Sikorsky, part of Lockheed Martin, built and operates the S-97 on its own dime, rather than as part of any federally funded program, so getting permission to fly it at a government site is not a simple exercise.

Bell Flight graphic

Bell 360 Invictus concept

Sikorsky’s arch-rival is Bell, which made the OH-58 Kiowa scout that FARA is meant to replace. Both companies are under Army contracts to produce FARA prototypes and fly them by 2023. Sikorsky’s will be the Raider-X, a larger and upgraded version of their S-97; both belong to the X-2 family of so-called compound helicopters, which use twin main rotors and a pusher propeller to achieve speed and range unreachable with conventional single-main-rotor designs. Bell’s offering is the Bell 360 Invictus, a single-main rotor helicopter that uses streamlining and small wings to reach the Army’s desired speeds.
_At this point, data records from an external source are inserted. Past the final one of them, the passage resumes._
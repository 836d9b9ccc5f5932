// Building blocks of the samplers: seeding, variates, tridiagonal eigenvalues.
import { describe, expect, it } from "vitest";
import { createRng, parseSeed, seedToState, uniform01 } from "@/lib/samplers/rng";
import { chi, gamma, normal } from "@/cluster-fake/samplers/variates";
import { sturmCount, tridiagEigenvalues } from "@/cluster-fake/samplers/tridiag-eigen";
import { SIGMA, mean, variance } from "./helpers";

describe("seed -> RNG", () => {
  it("SplitMix64 (Steele, Lea & Flood 2014) first output from state 0 is 0xe220a8397b1dcdaf (recalled from memory)", () => {
    const [hi, lo] = seedToState("0");
    expect(((BigInt(hi >>> 0) << 32n) | BigInt(lo >>> 0)).toString(16)).toBe("e220a8397b1dcdaf");
  });
  it("accepts the full unsigned 64-bit range and rejects anything else", () => {
    expect(parseSeed("18446744073709551615")).toBe(2n ** 64n - 1n);
    for (const bad of ["18446744073709551616", "-1", "01", "1.5", "", " 1", "abc"]) {
      expect(() => parseSeed(bad), bad).toThrow(/seed/);
    }
  });
  it("same seed, same stream; neighbouring seeds, unrelated streams", () => {
    const draw = (seed: string) => Array.from({ length: 8 }, ((r) => () => r.next())(createRng(seed)));
    expect(draw("12345")).toEqual(draw("12345"));
    const a = draw("1");
    const b = draw("2");
    expect(a.filter((x, i) => x === b[i]).length).toBe(0);
  });
  it("uniform01 lies in [0,1) with mean 1/2 and variance 1/12 (4 sigma)", () => {
    const rng = createRng("99");
    const n = 200_000;
    const x = Float64Array.from({ length: n }, () => uniform01(rng));
    expect(x.reduce((a, b) => Math.min(a, b))).toBeGreaterThanOrEqual(0);
    expect(x.reduce((a, b) => Math.max(a, b))).toBeLessThan(1);
    expect(Math.abs(mean(x) - 0.5)).toBeLessThan(SIGMA * Math.sqrt(1 / 12 / n));
    // Var of the sample variance of U(0,1): (μ4 − σ⁴)/n with μ4 = 1/80.
    expect(Math.abs(variance(x) - 1 / 12)).toBeLessThan(SIGMA * Math.sqrt((1 / 80 - 1 / 144) / n));
  });
});

describe("variates", () => {
  const n = 100_000;
  it("Box–Muller (1958) normal: mean 0, variance 1 (4 sigma; Var of s² is 2/n)", () => {
    const rng = createRng("5");
    const x = Float64Array.from({ length: n }, () => normal(rng));
    expect(Math.abs(mean(x))).toBeLessThan(SIGMA * Math.sqrt(1 / n));
    expect(Math.abs(variance(x) - 1)).toBeLessThan(SIGMA * Math.sqrt(2 / n));
  });
  // Gamma(k,1) has mean k, variance k, fourth central moment 3k² + 6k (textbook moments),
  // so the sample variance has standard error sqrt((3k² + 6k − k²)/n).
  it.each([0.25, 0.5, 1, 2.5, 10, 150])("Marsaglia–Tsang (2000) gamma, shape %f: mean and variance", (k) => {
    const rng = createRng(String(Math.round(k * 100)));
    const x = Float64Array.from({ length: n }, () => gamma(rng, k));
    expect(x.reduce((a, b) => Math.min(a, b))).toBeGreaterThan(0);
    expect(Math.abs(mean(x) - k)).toBeLessThan(SIGMA * Math.sqrt(k / n));
    expect(Math.abs(variance(x) - k)).toBeLessThan(SIGMA * Math.sqrt((2 * k * k + 6 * k) / n));
  });
  it("chi with k degrees of freedom: E[χ²] = k; χ_0 = 0", () => {
    const rng = createRng("17");
    for (const k of [1, 3.5, 40]) {
      const x2 = Float64Array.from({ length: n }, () => chi(rng, k) ** 2);
      expect(Math.abs(mean(x2) - k)).toBeLessThan(SIGMA * Math.sqrt((2 * k) / n)); // Var χ²_k = 2k
    }
    expect(chi(rng, 0)).toBe(0);
    expect(() => gamma(rng, 0)).toThrow(/shape/);
  });
});

describe("tridiagonal eigenvalues (implicit QR, Golub & Van Loan §8.3)", () => {
  it("tridiag(1, 0, 1) of size n has eigenvalues 2cos(kπ/(n+1)) (textbook result)", () => {
    for (const n of [1, 2, 3, 10, 101]) {
      const eig = tridiagEigenvalues(new Float64Array(n), new Float64Array(n - 1 > 0 ? n - 1 : 0).fill(1));
      const exact = Array.from({ length: n }, (_, k) => 2 * Math.cos(((k + 1) * Math.PI) / (n + 1))).sort((a, b) => a - b);
      for (let i = 0; i < n; i++) expect(Math.abs(eig[i] - exact[i])).toBeLessThan(1e-12);
    }
  });
  it("random matrices: trace identities and Sturm counts (Barth, Martin & Wilkinson 1967)", () => {
    const rng = createRng("3");
    for (const n of [2, 7, 60, 300]) {
      const d = Float64Array.from({ length: n }, () => normal(rng));
      const e = Float64Array.from({ length: n - 1 }, () => chi(rng, 3));
      const eig = tridiagEigenvalues(d, e);
      const tr = d.reduce((s, x) => s + x, 0);
      const tr2 = d.reduce((s, x) => s + x * x, 0) + 2 * e.reduce((s, x) => s + x * x, 0);
      expect(Math.abs(eig.reduce((s, x) => s + x, 0) - tr)).toBeLessThan(1e-10 * n);
      expect(Math.abs(eig.reduce((s, x) => s + x * x, 0) / tr2 - 1)).toBeLessThan(1e-12);
      // Between consecutive eigenvalues the Sturm count must be exactly the index.
      for (let i = 0; i + 1 < n; i++) {
        if (eig[i + 1] - eig[i] > 1e-9) expect(sturmCount(d, e, (eig[i] + eig[i + 1]) / 2)).toBe(i + 1);
      }
      expect(sturmCount(d, e, eig[0] - 1e-6)).toBe(0);
      expect(sturmCount(d, e, eig[n - 1] + 1e-6)).toBe(n);
    }
  });
  it("rejects mismatched lengths", () => {
    expect(() => tridiagEigenvalues([1, 2, 3], [1])).toThrow(/off-diagonal/);
  });
});
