/**
 * Exact results for the 2D Ising model (J = 1, k_B = 1) used as references by the tests:
 * enumeration of all 2^16 states of the 4×4 torus, Kaufman's (1949) finite-lattice
 * partition function, Onsager's (1944) energy per site and Yang's (1952) spontaneous
 * magnetisation.
 */

/** Critical temperature T_c = 2/ln(1+√2) (Onsager 1944; Kramers & Wannier 1941). */
export const TC = 2 / Math.log(1 + Math.SQRT2);

/** Exact ⟨e⟩, ⟨|m|⟩, ⟨m²⟩, ⟨m⁴⟩ per site of the periodic 4×4 lattice at temperature T, by enumeration. */
export function enumerate4x4(T: number): { e: number; absM: number; m2: number; m4: number } {
  const L = 4;
  const N = 16;
  let Z = 0, se = 0, sa = 0, s2 = 0, s4 = 0;
  for (let state = 0; state < 1 << N; state++) {
    const s = (i: number) => ((state >> i) & 1 ? 1 : -1);
    let E = 0;
    let M = 0;
    for (let y = 0; y < L; y++) {
      for (let x = 0; x < L; x++) {
        const si = s(y * L + x);
        E -= si * (s(y * L + ((x + 1) % L)) + s(((y + 1) % L) * L + x));
        M += si;
      }
    }
    const w = Math.exp(-(E + 2 * N) / T); // shifted by the ground state energy −2N
    const m = M / N;
    Z += w;
    se += w * (E / N);
    sa += w * Math.abs(m);
    s2 += w * m * m;
    s4 += w * m ** 4;
  }
  return { e: se / Z, absM: sa / Z, m2: s2 / Z, m4: s4 / Z };
}

// log|2cosh x| and log|2sinh x| with the sign of 2sinh x, stable for large |x|.
const log2cosh = (x: number) => Math.abs(x) + Math.log1p(Math.exp(-2 * Math.abs(x)));
const log2sinh = (x: number) => (x === 0 ? -Infinity : Math.abs(x) + Math.log(-Math.expm1(-2 * Math.abs(x))));

/**
 * ln Z of the periodic L×L lattice at coupling K = 1/T (Kaufman 1949):
 * Z = ½(2 sinh 2K)^{L²/2} Σ_{i=1..4} Z_i, with
 *   Z_1 = Π_{r=0}^{L−1} 2cosh(Lγ_{2r+1}/2),  Z_2 = Π 2sinh(Lγ_{2r+1}/2),
 *   Z_3 = Π_{r=0}^{L−1} 2cosh(Lγ_{2r}/2),    Z_4 = Π 2sinh(Lγ_{2r}/2),
 *   cosh γ_k = cosh 2K coth 2K − cos(πk/L) for k ≥ 1, and γ_0 = 2K + ln tanh K (signed).
 */
export function kaufmanLogZ(L: number, K: number): number {
  const c = Math.cosh(2 * K) / Math.tanh(2 * K);
  const gamma = (k: number) => (k === 0 ? 2 * K + Math.log(Math.tanh(K)) : Math.acosh(c - Math.cos((Math.PI * k) / L)));
  const terms: { log: number; sign: number }[] = [];
  for (const parity of [1, 0]) {
    let lc = 0;
    let ls = 0;
    let sign = 1;
    for (let r = 0; r < L; r++) {
      const g = gamma(2 * r + parity);
      lc += log2cosh((L * g) / 2);
      ls += log2sinh((L * g) / 2);
      if (g < 0) sign = -sign;
    }
    terms.push({ log: lc, sign: 1 }, { log: ls, sign });
  }
  const top = Math.max(...terms.map((t) => t.log));
  const sum = terms.reduce((acc, t) => acc + t.sign * Math.exp(t.log - top), 0);
  return Math.log(0.5) + ((L * L) / 2) * Math.log(2 * Math.sinh(2 * K)) + top + Math.log(sum);
}

/** Exact energy per site of the periodic L×L lattice, −(1/L²) d lnZ/dK (Kaufman 1949), by central difference. */
export function kaufmanEnergy(L: number, T: number): number {
  const K = 1 / T;
  const h = 1e-5 * K;
  return -(kaufmanLogZ(L, K + h) - kaufmanLogZ(L, K - h)) / (2 * h) / (L * L);
}

/** Complete elliptic integral of the first kind K(k) = π / (2·AGM(1, √(1−k²))). */
function ellipticK(k: number): number {
  let a = 1;
  let b = Math.sqrt(1 - k * k);
  for (let i = 0; i < 60 && Math.abs(a - b) > 1e-16 * a; i++) [a, b] = [(a + b) / 2, Math.sqrt(a * b)];
  return Math.PI / (2 * a);
}

/**
 * Energy per site of the infinite lattice (Onsager 1944; formula recalled from memory and
 * checked in the tests against Kaufman's partition function at large L):
 * u = −coth 2K [1 + (2/π)(2 tanh² 2K − 1) K(κ)], κ = 2 sinh 2K / cosh² 2K.
 */
export function onsagerEnergy(T: number): number {
  const K = 1 / T;
  const kappa = (2 * Math.sinh(2 * K)) / Math.cosh(2 * K) ** 2;
  return -(1 / Math.tanh(2 * K)) * (1 + (2 / Math.PI) * (2 * Math.tanh(2 * K) ** 2 - 1) * ellipticK(kappa));
}

/** Spontaneous magnetisation per site (Yang 1952): (1 − sinh(2/T)^−4)^{1/8} below T_c, 0 above. */
export function yangMagnetisation(T: number): number {
  const s = Math.sinh(2 / T);
  return T < TC ? (1 - s ** -4) ** 0.125 : 0;
}
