import { pageIdentity, hasRole } from "@/lib/auth/page-identity";
import { listApiTokens } from "@/lib/auth/tokens";
import { TOKEN_OWNERS } from "@/lib/actions/account";
import { PageHeader } from "@/components/ui/page-header";
import { Card } from "@/components/ui/card";
import { PasswordForm } from "@/components/account/password-form";
import { TokensPanel } from "@/components/account/tokens-panel";

export const metadata = { title: "Account" };

export default async function AccountPage() {
  const who = await pageIdentity();
  const mayOwnTokens = hasRole(who, TOKEN_OWNERS);
  const tokens = mayOwnTokens ? await listApiTokens(who.userId) : [];
  return (
    <>
      <PageHeader title="Account" purpose="Your password and the API tokens the command-line client and scripts sign in with." />
      <div className="grid gap-4 lg:grid-cols-2">
        <Card title="Change password"><PasswordForm /></Card>
        <Card title="API tokens">
          {mayOwnTokens ? (
            <TokensPanel tokens={tokens.map((t) => ({ ...t, createdAt: t.createdAt.toISOString(), expiresAt: t.expiresAt?.toISOString() ?? null, revokedAt: t.revokedAt?.toISOString() ?? null, lastUsedAt: t.lastUsedAt?.toISOString() ?? null }))} />
          ) : <p className="text-sm text-ink-soft">Viewers read through the app; API tokens are for researchers and up.</p>}
        </Card>
      </div>
    </>
  );
}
But the Bell 360 is an all-new design that doesn’t physically exist yet: There’s no proto-prototype actually flying, the way Sikorsky has the S-97. Not only does Raider give Sikorsky a physical product to show off, it also gives them real-life flight test data to inform their upgraded Raider-X design. Those two advantages appear to give Sikorsky a leg up in the FARA competition, although they’re by no means decisive.

screenshot of Breaking Defense video

Sikorsky-Boeing SB>1 Defiant compound helicopter (left) and Bell Textron V-280 Valor tiltrotor (right)

On the flip side, while Sikorsky has the edge for the scout aircraft, Bell is arguably leading for the Future Vertical Lift transport, the Future Long-Range Assault Aircraft meant to replace the Reagan-era UH-60 Black Hawk. True, in contrast to the situation with FARA, both companies have proto-prototypes of FLRAA flying: the Bell V-280 Valor, a tiltrotor descended from the famous V-22 Osprey, and the Sikorsky-Boeing SB>1 Defiant, another X2-style compound helicopter like Raider. But Bell’s V-280 has been flying for a year longer, accumulating a lot more real-world data. (Both companies have done thousands of hours of ground tests, component tests, and simulations).

The Army has said that Defiant is catching up, however, and the Sikorsky-Boeing team unveiled their upgraded Defiant-X design in January.

It sounds like Sikorsky hopes to bring Defiant to Redstone sometime as well. ““This is the first of what we believe will be many times our X2 Future Vertical Lift aircraft will fly at Redstone,” Sikorsky President Paul Lemmo said in a statement.

This week’s flight demonstrations occurred on April 13 and 15.

 

Update: The original version of this article omitted mention of PEO-Aviation, which is also based in Huntsville.